What you have to do
Show every line of the data that contains the string "generateNight".

^^^^^^^^

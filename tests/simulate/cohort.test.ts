/**
 * A small simulated cohort written to disk and read back: the EDF+C files through the project's
 * reader (ingest/edf/reader.ts) and checked against the EDF/EDF+ specifications (Kemp et al. 1992;
 * Kemp & Olivan 2003: header bytes 256 + 256·ns, file size = header + records × 2 bytes per
 * sample, the "EDF+C" reserved field, the annotation signal), the scoring TSV through the
 * scoring reader, the cohort table's columns, truth.json, the stamp logic, and scenario errors.
 */
import { mkdtempSync, readFileSync, rmSync, statSync, writeFileSync } from 'node:fs';
import { tmpdir } from 'node:os';
import path from 'node:path';
import { afterAll, beforeAll, describe, expect, it } from 'vitest';
import { NightGenerator, planNight, type Scenario } from '../../src/core/simulate/index.ts';
import { openEdf } from '../../ingest/edf/reader.ts';
import { readScoringTable } from '../../ingest/hypnogram/table.ts';
import { DEMO_DIR, ensureCohort, loadScenario, participantsTsv, ScenarioFileError, writeSimulatedCohort } from '../../src/simulation/index.ts';
import { baseScenario } from './scenarios.ts';

const scenario: Scenario = baseScenario({
  nightMin: 3,
  channels: ['C3', 'Cz', 'O2', 'M1', 'M2'],
  groups: [
    { name: 'control', codePrefix: 'ctl', size: 2, fsHz: 256, covariates: { ageMean: 40, ageSd: 10, femaleFraction: 0.5, scoreMean: 10, scoreSd: 3 } },
    { name: 'patient', codePrefix: 'pat', size: 1, fsHz: 128, covariates: { ageMean: 45, ageSd: 10, femaleFraction: 0.5, scoreMean: 20, scoreSd: 3 } },
  ],
  rhythms: [
    {
      name: 'fast-spindle',
      kind: 'bursts',
      site: 'CPz',
      widthDeg: 40,
      centerHz: 13.5,
      amplitudeUv: 15,
      durationS: [0.5, 2],
      burstFrequencySdHz: 0.3,
      perMinute: { N2: 5 },
    },
  ],
  artifacts: [{ kind: 'flat', subject: 'ctl02', channel: 'O2', valueUv: 0, noiseSdUv: 0 }],
});

let dir: string;
beforeAll(() => {
  dir = mkdtempSync(path.join(tmpdir(), 'bw-sim-'));
});
afterAll(() => rmSync(dir, { recursive: true, force: true }));

describe('writeSimulatedCohort', () => {
  it('writes EDF+C files that read back to the generated samples, stages and header fields', async () => {
    const out = path.join(dir, 'cohort');
    const progress: string[] = [];
    const files = await writeSimulatedCohort(scenario, out, { onProgress: (p) => progress.push(`${p.subject}:${p.epochsDone}`) });
    expect(files.recordings.map((f) => path.basename(f))).toEqual(['ctl01.edf', 'ctl02.edf', 'pat01.edf']);
    expect(progress).toContain('pat01:6');

    for (const [i, file] of files.recordings.entries()) {
      const plan = planNight(scenario, i);
      const edf = await openEdf(file);
      try {
        const h = edf.header;
        const ns = scenario.channels.length + 1; // + "EDF Annotations"
        expect(h.variant).toBe('EDF+C');
        expect(h.startDate).toBe('2023-01-02T23:00:00');
        expect(h.headerBytes).toBe(256 + 256 * ns); // EDF 1992 §2.1
        expect(h.nRecords).toBe(180);
        expect(h.recordDurationS).toBe(1);
        const bytesPerRecord = h.signals.reduce((a, s) => a + 2 * s.samplesPerRecord, 0);
        expect(statSync(file).size).toBe(h.headerBytes + h.nRecords * bytesPerRecord); // EDF 1992 §2.2
        const eeg = h.signals.filter((s) => !s.isAnnotation);
        expect(eeg.map((s) => s.label)).toEqual(scenario.channels.map((c) => `EEG ${c}-REF`));
        expect(eeg.every((s) => s.fsHz === plan.fsHz && s.physicalDimension === 'uV' && s.digitalMin === -32768 && s.digitalMax === 32767)).toBe(true);
        expect(edf.annotations.map((a) => [a.onsetS, a.durationS, a.texts[0]])).toEqual(plan.stages.map((st, e) => [30 * e, 30, `Sleep stage ${st}`]));

        const gen = new NightGenerator(plan);
        const expected = plan.channels.map(() => new Float32Array(plan.epochSamples));
        let epochs = 0;
        let worst = 0;
        for await (const block of edf.readEpochs({ signals: eeg.map((s) => s.index), epochS: 30 })) {
          gen.generate(block.epoch, expected);
          block.data!.forEach((x, c) => {
            for (let t = 0; t < x.length; t++) worst = Math.max(worst, Math.abs(x[t] - expected[c][t]));
          });
          epochs++;
        }
        expect(epochs).toBe(6);
        // 16-bit samples of 0.1 µV: within half a step (plus float rounding)
        expect(worst).toBeLessThan(0.0501);
      } finally {
        await edf.close();
      }
      const scoring = await readScoringTable(path.join(out, `${path.basename(file, '.edf')}_scoring.tsv`));
      expect(scoring.stages).toEqual(plan.stages);
    }

    const table = readFileSync(files.participantsPath, 'utf8')
      .trim()
      .split('\n')
      .map((l) => l.split('\t'));
    expect(table[0]).toEqual(['subject', 'group', 'recording', 'scoring', 'age', 'sex', 'score']);
    expect(table.slice(1).map((r) => [r[0], r[1], r[2], r[3]])).toEqual([
      ['ctl01', 'control', 'ctl01.edf', 'ctl01_scoring.tsv'],
      ['ctl02', 'control', 'ctl02.edf', 'ctl02_scoring.tsv'],
      ['pat01', 'patient', 'pat01.edf', 'pat01_scoring.tsv'],
    ]);
    const truth = JSON.parse(readFileSync(files.truthPath, 'utf8'));
    expect(truth.subjects.map((s: { subject: string }) => s.subject)).toEqual(['ctl01', 'ctl02', 'pat01']);
    expect(truth.subjects[1].artifacts).toEqual([{ kind: 'flat', channel: 'O2', valueUv: 0, noiseSdUv: 0 }]);
  });

  it('ensureCohort regenerates only when the scenario file changed', async () => {
    const file = path.join(dir, 'scenario.json');
    const out = path.join(dir, 'stamped');
    writeFileSync(file, JSON.stringify({ ...scenario, groups: [scenario.groups[1]], artifacts: [] }));
    expect((await ensureCohort(file, out)).generated).toBe(true);
    expect((await ensureCohort(file, out)).generated).toBe(false);
    writeFileSync(file, JSON.stringify({ ...scenario, seed: 12, groups: [scenario.groups[1]], artifacts: [] }));
    expect((await ensureCohort(file, out)).generated).toBe(true);
  });

  it('rejects bad scenarios with the file and the field named', async () => {
    const file = path.join(dir, 'bad.json');
    writeFileSync(file, JSON.stringify({ ...scenario, epochS: -30 }));
    await expect(writeSimulatedCohort(file, path.join(dir, 'x'))).rejects.toThrow(ScenarioFileError);
    await expect(writeSimulatedCohort(file, path.join(dir, 'x'))).rejects.toThrow(/bad\.json[\s\S]*field 'epochS'/);
    await expect(writeSimulatedCohort({ ...scenario, channels: ['C3', 'Q7'] }, path.join(dir, 'x'))).rejects.toThrow(/channels\[1\].*Q7/);
    await expect(writeSimulatedCohort({ ...scenario, extra: 1 }, path.join(dir, 'x'))).rejects.toThrow(/extra/);
    writeFileSync(file, '{ not json');
    await expect(writeSimulatedCohort(file, path.join(dir, 'x'))).rejects.toThrow(/not valid JSON/);
  });
});

describe('the demo cohort', () => {
  it('its committed participants.tsv is the one the scenario generates (paths under recordings/)', async () => {
    const demo = await loadScenario(path.join(DEMO_DIR, 'scenario.json'));
    expect(readFileSync(path.join(DEMO_DIR, 'participants.tsv'), 'utf8')).toBe(participantsTsv(demo, 'recordings/'));
  });

  it('plants what its description says: 18 + 18 subjects, 13 channels, five at 128 Hz, the effects and artifacts', async () => {
    const demo = await loadScenario(path.join(DEMO_DIR, 'scenario.json'));
    expect(demo.groups.map((g) => g.size)).toEqual([18, 18]);
    expect(demo.channels).toHaveLength(13);
    expect(demo.channels).toEqual(expect.arrayContaining(['M1', 'M2']));
    expect(Object.values(demo.subjects ?? {}).filter((s) => s.fsHz === 128)).toHaveLength(5);
    expect(demo.effects).toEqual([
      { kind: 'offset', group: 'patient', deltaLog10: 0.15 },
      { kind: 'rhythm-amplitude', group: 'patient', rhythm: 'fast-spindle', factor: 0.5 },
    ]);
    expect(demo.artifacts.map((a) => a.kind).sort()).toEqual(['flat', 'mains', 'movement']);
    for (const word of ['+0.15', 'half the amplitude', '50 Hz', 'flat O2', '25 %']) expect(demo.description).toContain(word);
  });
});
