/**
 * The simulated spectra match what was planted, checked with an outside reference: python3's
 * scipy.signal.welch (scipy 1.17), numpy.polyfit and scipy.optimize.curve_fit on the generated
 * samples. Sizes: 10 min of one stage at 256 Hz (20 epochs, 299 Welch segments of 4 s) per case;
 * one python run per case group, to keep the suite quick.
 */
import { describe, expect, it } from 'vitest';
import { planNight } from '../../src/core/simulate/index.ts';
import { runPython } from '../helpers/python.ts';
import { baseScenario, fixedStages, generateNight } from './scenarios.ts';

const WELCH = `
from scipy.signal import welch
def psd(x):
    return welch(x, fs=256, nperseg=1024)  # Hann, 50 % overlap, constant detrend, density (scipy defaults)
`;

describe('aperiodic background (10 min of N2, no rhythms)', () => {
  const scenario = baseScenario(fixedStages('N2', 20));
  const plan = planNight(scenario, 0);
  const night = generateNight(scenario);
  const channels = ['Cz', 'O1', 'M1', 'F3', 'Pz'];
  const arrays = Object.fromEntries(channels.map((ch) => [ch, night.data[night.channels.indexOf(ch)]]));
  const truth = plan.truth.aperiodic.N2;
  const result = runPython<{ fits: Record<string, [number, number]>; meanLogRatio: number; worst: number }>(
    `${WELCH}
fits = {}
for ch in ${JSON.stringify(channels)}:
    f, p = psd(numpy.fromfile(inputs[ch]))
    m = (f >= 2) & (f <= 40)
    fits[ch] = numpy.polyfit(numpy.log10(f[m]), numpy.log10(p[m]), 1).tolist()
f, p = psd(numpy.fromfile(inputs['Pz']))
m = (f >= 1) & (f <= 120)
model = ${truth.Pz.offset} - numpy.log10(${truth.Pz.knee} + f[m] ** ${truth.Pz.exponent})
d = numpy.log10(p[m]) - model
print(json.dumps({'fits': fits, 'meanLogRatio': float(d.mean()), 'worst': float(numpy.abs(d).max())}))`,
    arrays,
  );

  it.each(channels.slice(0, 4))('a log-log line over 2–40 Hz of %s recovers the planted offset and exponent within ±0.05', (ch) => {
    const [slope, intercept] = result.fits[ch];
    // L(f) = b − χ·log10 f for k = 0: slope −χ, intercept b (log10 µV²/Hz at 1 Hz)
    expect(Math.abs(-slope - truth[ch].exponent)).toBeLessThan(0.05);
    expect(Math.abs(intercept - truth[ch].offset)).toBeLessThan(0.05);
  });

  it('the Welch density equals the planted density 10^L(f) over 1–120 Hz (the synthesis scaling)', () => {
    // 477 bins, each an average of 299 half-overlapping segments (SD of log10 about 0.035 per bin)
    expect(Math.abs(result.meanLogRatio)).toBeLessThan(0.01);
    expect(result.worst).toBeLessThan(0.15);
  });

  it('the channels differ as planted (volume conduction and the reference give each its own offset)', () => {
    expect(truth.M1.offset).toBeLessThan(truth.Pz.offset - 0.1);
    expect(result.fits.Pz[1] - result.fits.M1[1]).toBeGreaterThan(0.1);
  });
});

describe('aperiodic background with a knee (10 min of N3)', () => {
  it('scipy.optimize.curve_fit of b − log10(k + f^χ) over 1–40 Hz recovers b and χ within ±0.05 and the knee frequency within 10 %', () => {
    const base = baseScenario();
    const scenario = baseScenario({ ...fixedStages('N3', 20), aperiodic: { ...base.aperiodic, N3: { offset: 2.6, exponent: 2.5, knee: 20 } } });
    const plan = planNight(scenario, 0);
    const night = generateNight(scenario);
    const truth = plan.truth.aperiodic.N3.C3;
    const [b, k, chi] = runPython<[number, number, number]>(
      `${WELCH}
from scipy.optimize import curve_fit
f, p = psd(numpy.fromfile(inputs['x']))
m = (f >= 1) & (f <= 40)
model = lambda f, b, k, chi: b - numpy.log10(k + f ** chi)
popt, _ = curve_fit(model, f[m], numpy.log10(p[m]), p0=[2, 5, 2], bounds=([-5, 0, 0], [10, 1000, 6]))
print(json.dumps(popt.tolist()))`,
      { x: night.data[night.channels.indexOf('C3')] },
    );
    expect(Math.abs(b - truth.offset)).toBeLessThan(0.05);
    expect(Math.abs(chi - truth.exponent)).toBeLessThan(0.05);
    // knee frequency k^(1/χ), Hz
    expect(Math.abs(Math.pow(k, 1 / chi) / Math.pow(truth.knee, 1 / truth.exponent) - 1)).toBeLessThan(0.1);
  });
});

describe('spindle peaks (10 min of N2 with slow and fast spindle bursts)', () => {
  const scenario = baseScenario({
    ...fixedStages('N2', 20),
    rhythms: [
      {
        name: 'slow-spindle',
        kind: 'bursts',
        site: 'Fz',
        widthDeg: 35,
        centerHz: 11,
        amplitudeUv: 13,
        durationS: [0.5, 2],
        burstFrequencySdHz: 0.3,
        perMinute: { N2: 4 },
      },
      {
        name: 'fast-spindle',
        kind: 'bursts',
        site: 'CPz',
        widthDeg: 40,
        centerHz: 13.5,
        amplitudeUv: 15,
        durationS: [0.5, 2],
        burstFrequencySdHz: 0.3,
        perMinute: { N2: 5 },
      },
    ],
  });
  const plan = planNight(scenario, 0);
  const night = generateNight(scenario);
  const channels = ['Pz', 'Cz', 'C3', 'Fz'];
  // per channel: frequency of the largest residual (log10 Welch density minus a log-log line
  // fitted over 2–40 Hz) in 8–17 Hz, and the residual's value there
  const peaks = runPython<Record<string, [number, number]>>(
    `${WELCH}
out = {}
for ch in ${JSON.stringify(channels)}:
    f, p = psd(numpy.fromfile(inputs[ch]))
    m = (f >= 2) & (f <= 40)
    c = numpy.polyfit(numpy.log10(f[m]), numpy.log10(p[m]), 1)
    res = numpy.log10(p[1:]) - numpy.polyval(c, numpy.log10(f[1:]))
    band = (f[1:] >= 8) & (f[1:] <= 17)
    i = numpy.argmax(res[band])
    out[ch] = [float(f[1:][band][i]), float(res[band][i])]
print(json.dumps(out))`,
    Object.fromEntries(channels.map((ch) => [ch, night.data[night.channels.indexOf(ch)]])),
  );

  it.each(['Pz', 'Cz', 'C3'])('the fast spindle shows in %s at 13.5 ± 0.5 Hz', (ch) => {
    expect(Math.abs(peaks[ch][0] - 13.5)).toBeLessThanOrEqual(0.5);
  });

  it('the slow spindle shows in Fz at 11 ± 0.5 Hz', () => {
    expect(Math.abs(peaks.Fz[0] - 11)).toBeLessThanOrEqual(0.5);
  });

  it('the residual peak height is of the size the ground truth states (within 0.25 log10)', () => {
    // the truth height is log10(1 + burst density / aperiodic density) at the centre; Welch's
    // 0.25-Hz smoothing and the fitted line (lifted by the peak itself) lower it a little
    const truthPz = plan.truth.peaks.N2.Pz.find((p) => p.rhythm === 'fast-spindle')!;
    expect(truthPz.heightLog10).toBeGreaterThan(0.3);
    expect(Math.abs(peaks.Pz[1] - truthPz.heightLog10)).toBeLessThan(0.25);
  });
});
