export class Store {
  readonly instance: DuckDBInstance;
  /** The store's connection; read.ts queries through it. */
  readonly connection: DuckDBConnection;
  readonly readOnly: boolean;
  private queue: Promise<unknown> = Promise.resolve();
  private closed = false;
  private readonly errorRows: ErrorRows;

  constructor(instance: DuckDBInstance, connection: DuckDBConnection, options: { readOnly: boolean }) {
    this.instance = instance;
    this.connection = connection;
    this.readOnly = options.readOnly;
    this.errorRows = new ErrorRows(connection);
  }

  /**
   * Begin (or resume) the run for these parameters. The run is identified by the hash of the
   * parameters JSON with keys sorted: the same parameters reuse the run (reused: true), other
   * parameters make a new run. A stored run with the same parameters but another tool version
   * is refused rather than mixed.
   */
  beginRun(toolVersion: string, parameters: unknown, options: BeginRunOptions = {}): Promise<{ runId: string; reused: boolean }> {
    return this.exclusive(async () => {
      const { runId, json, sha256 } = runIdentity(parameters);
      const found = await this.rows('SELECT tool_version FROM runs WHERE run_id = $1', [runId]);
      if (found.length > 0) {
        const stored = String(found[0].tool_version);
        if (stored !== toolVersion) {
          throw new StoreError(
            `run ${runId} with these parameters was written by bandwise ${stored}, this is ${toolVersion}; ` +
              'results of two tool versions are not mixed in one run — write to a new database file',
            { table: 'runs' },
          );
        }
        await this.connection.run('UPDATE runs SET finished_at = NULL WHERE run_id = $1', [runId]);
        return { runId, reused: true };
      }
      await appendColumns(this.connection, tableDef('runs'), 1, {
        run_id: () => runId,
        tool_version: () => toolVersion,
        parameters: () => json,
        started_at: () => new Date(),
        finished_at: () => null,
        shard: () => options.shard ?? null,
        parameters_sha256: () => sha256,
      });
      return { runId, reused: false };
    });
  }

  /** Mark the run finished (UTC now) and checkpoint, so readers see one complete file. */
  finishRun(runId: string): Promise<void> {
    return this.exclusive(async () => {
      await this.requireRun(runId);
      await this.connection.run('UPDATE runs SET finished_at = $2::TIMESTAMP WHERE run_id = $1', [runId, utcTimestampText(new Date())]);
      await this.connection.run('CHECKPOINT');
    });
  }

  /**
   * Replace the participants table with the cohort table: subject first (VARCHAR), every other
   * column kept, typed DOUBLE when it has values and every non-missing one is a number, else VARCHAR.
   * Missing values ('' and 'n/a') are stored as NULL.
   */
  writeParticipants(columns: readonly string[], rows: readonly (readonly ParticipantValue[])[]): Promise<void> {
    return this.exclusive(async () => {
      const subjectAt = columns.indexOf('subject');
      if (subjectAt < 0) throw new StoreError('the cohort table has no "subject" column', { table: 'participants' });
      const seen = new Set<string>();
      for (const name of columns) {
        if (name.trim() === '') throw new StoreError('a cohort column has an empty name', { table: 'participants' });
        if (seen.has(name)) throw new StoreError(`duplicate cohort column "${name}"`, { table: 'participants' });
        seen.add(name);
      }
      rows.forEach((row, r) => {
        if (row.length !== columns.length) {
          throw new StoreError(`has ${row.length} values, the header has ${columns.length}`, { table: 'participants', row: r });
        }
        if (cellMissing(row[subjectAt])) throw new StoreError('subject is empty', { table: 'participants', column: 'subject', row: r });
      });
      const order = [subjectAt, ...columns.map((_, i) => i).filter((i) => i !== subjectAt)];
      const defs = order.map((i) => ({
        name: columns[i],
        type: i !== subjectAt && isNumericColumn(rows, i) ? ('DOUBLE' as const) : ('VARCHAR' as const),
      }));
      const table: TableDef = {
        name: 'participants',
        doc: 'the cohort table as given',
        columns: defs.map((d) => ({ name: d.name, type: d.type, notNull: d.name === 'subject', doc: '' })),
      };
      await this.transaction(async () => {
        await this.connection.run('DROP TABLE IF EXISTS participants');
        await this.connection.run(participantsCreateSql(defs));
        const sources: Record<string, (r: number) => CellValue> = {};
        defs.forEach((d, k) => {
          const i = order[k];
          sources[d.name] = (r) => {
            const v = rows[r][i];
            if (cellMissing(v)) return null;
            return d.type === 'DOUBLE' ? cellNumber(v) : String(v);
          };
        });
        await appendColumns(this.connection, table, rows.length, sources);
      });
    });
  }

  /** Resumability: is a recording with this file hash already stored for this run? */
  hasRecording(runId: string, fileSha256: string): Promise<boolean> {
    return this.exclusive(async () => {
      const found = await this.rows('SELECT 1 AS one FROM recordings WHERE run_id = $1 AND file_sha256 = $2', [runId, fileSha256]);
      return found.length > 0;
    });
  }

  /** The subject, session, file name and scoring source a recording with this file hash is stored under in this run, or null. */
  storedRecording(
    runId: string,
    fileSha256: string,
  ): Promise<{ subject: string; session: string | null; fileName: string; scoringSource: string | null } | null> {
    return this.exclusive(async () => {
      const found = await this.rows('SELECT subject, session, file_name, scoring_source FROM recordings WHERE run_id = $1 AND file_sha256 = $2', [
        runId,
        fileSha256,
      ]);
      if (found.length === 0) return null;
      const text = (v: unknown) => (v === null ? null : String(v));
      return {
        subject: String(found[0].subject),
        session: text(found[0].session),
        fileName: String(found[0].file_name),
        scoringSource: text(found[0].scoring_source),
      };
    });
  }

  /** Replace what a stored recording says of its file (what --file-names keeps changed since it was stored). */
  renameRecording(runId: string, fileSha256: string, names: { fileName: string; scoringSource: string | null }): Promise<void> {
    return this.exclusive(async () => {
      await this.connection.run('UPDATE recordings SET file_name = $3, scoring_source = $4 WHERE run_id = $1 AND file_sha256 = $2', [
        runId,
        fileSha256,
        names.fileName,
        names.scoringSource,
      ]);
    });
  }

  /** Write one recording and everything computed from it in ONE transaction; returns its recording_id. */
  writeRecording(bundle: RecordingBundle): Promise<string> {
    return this.exclusive(async () => {
      await this.requireRun(bundle.runId);
      const id = recordingIdFor(bundle.runId, bundle.recording.fileSha256);
      const stored = await this.rows('SELECT 1 AS one FROM recordings WHERE recording_id = $1', [id]);
      if (stored.length > 0) {
        throw new StoreError(`${bundle.recording.fileName} (file hash ${bundle.recording.fileSha256.slice(0, 12)}…) is already stored in run ${bundle.runId}`, {
          table: 'recordings',
        });
      }
      await this.transaction(async () => {
        await writeBundleTables(this.connection, id, bundle);
      });
      return id;
    });
  }

  /** Rows of the warnings table for a run (every recording of it, stored now or earlier). */
  warningCount(runId: string): Promise<number> {
    return this.exclusive(async () => Number((await this.rows('SELECT count(*) AS n FROM warnings WHERE run_id = $1', [runId]))[0].n));
  }

  /** Record a failure of one file or step; the other recordings go on. */
  writeError(error: IngestErrorIn): Promise<number> {
    return this.writeErrors([error]);
  }

  /**
   * Record failures in one append; one already recorded for its run (a rerun failing the same row
   * again) is not recorded twice (error-rows.ts). Returns the rows added.
   */
  writeErrors(errors: readonly IngestErrorIn[]): Promise<number> {
    return this.exclusive(() => this.errorRows.write(errors));
  }

  /**
   * Quality rows of the cohort-level pass (after all recordings). In one transaction, rows
   * already stored for the same (recording_id, metric) are replaced, so a rerun does not
   * duplicate them.
   */
  writeQuality(rows: readonly CohortQualityRow[]): Promise<void> {
    return this.exclusive(async () => {
      const pairs = new Map<string, { recordingId: string; metric: string }>();
      for (const r of rows) pairs.set(`${r.recordingId}\u0000${r.metric}`, { recordingId: r.recordingId, metric: r.metric });
      await this.transaction(async () => {
        for (const { recordingId, metric } of pairs.values()) {
          await this.connection.run('DELETE FROM quality WHERE recording_id = $1 AND metric = $2', [recordingId, metric]);
        }
        await appendColumns(this.connection, tableDef('quality'), rows.length, {
          recording_id: (i) => rows[i].recordingId,
          ...qualitySources(rows),
        });
      });
    });
  }

  /** Storage compatibility of the open file as DuckDB reports it (duckdb_databases().tags), e.g. "v1.4.0+". */
  storageVersion(): Promise<string> {
    return this.exclusive(async () => {
      const found = await this.rows("SELECT tags['storage_version'] AS v FROM duckdb_databases() WHERE database_name = current_database()");
      if (found.length === 0 || found[0].v === null) throw new StoreError('DuckDB reports no storage version for this file');
      return String(found[0].v);
    });
  }

  /** Checkpoint (unless read-only) and close. */
  close(): Promise<void> {
    return this.exclusive(async () => {
      if (this.closed) return;
      this.closed = true;
      try {
        if (!this.readOnly) await this.connection.run('CHECKPOINT');
      } finally {
        // closed even when the checkpoint fails (disk full): what was committed stays in the write-ahead log
        this.connection.closeSync();
        this.instance.closeSync();
      }
    });
  }

  /** Run fn after every earlier call has settled (one statement stream on one connection). */
  exclusive<T>(fn: () => Promise<T>): Promise<T> {
    const next = this.queue.then(() => {
      if (this.closed) throw new StoreError('the store is closed');
      return fn();
    });
    this.queue = next.catch(() => undefined);
    return next;
  }

  private async transaction(fn: () => Promise<void>): Promise<void> {
    await this.connection.run('BEGIN TRANSACTION');
    try {
      await fn();
      await this.connection.run('COMMIT');
    } catch (error) {
      // a COMMIT that failed (disk full) has already ended the transaction: the first error is the one to report
      await this.connection.run('ROLLBACK').catch(() => undefined);
      throw error;
    }
  }

  private async requireRun(runId: string): Promise<void> {
    const found = await this.rows('SELECT 1 AS one FROM runs WHERE run_id = $1', [runId]);
    if (found.length === 0) throw new StoreError(`no run ${runId}; call beginRun first`, { table: 'runs' });
  }

  private async rows(sql: string, values: DuckDBValue[] = []): Promise<Record<string, unknown>[]> {
    const reader = await this.connection.runAndReadAll(sql, values);
    return reader.getRowObjectsJS();
  }
}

^^^^^^^^

Answer box
import { baseScenario, fixedStages, generateNight } from './scenarios.ts';
  const night = generateNight(scenario);
    const night = generateNight(scenario);
  const night = generateNight(scenario);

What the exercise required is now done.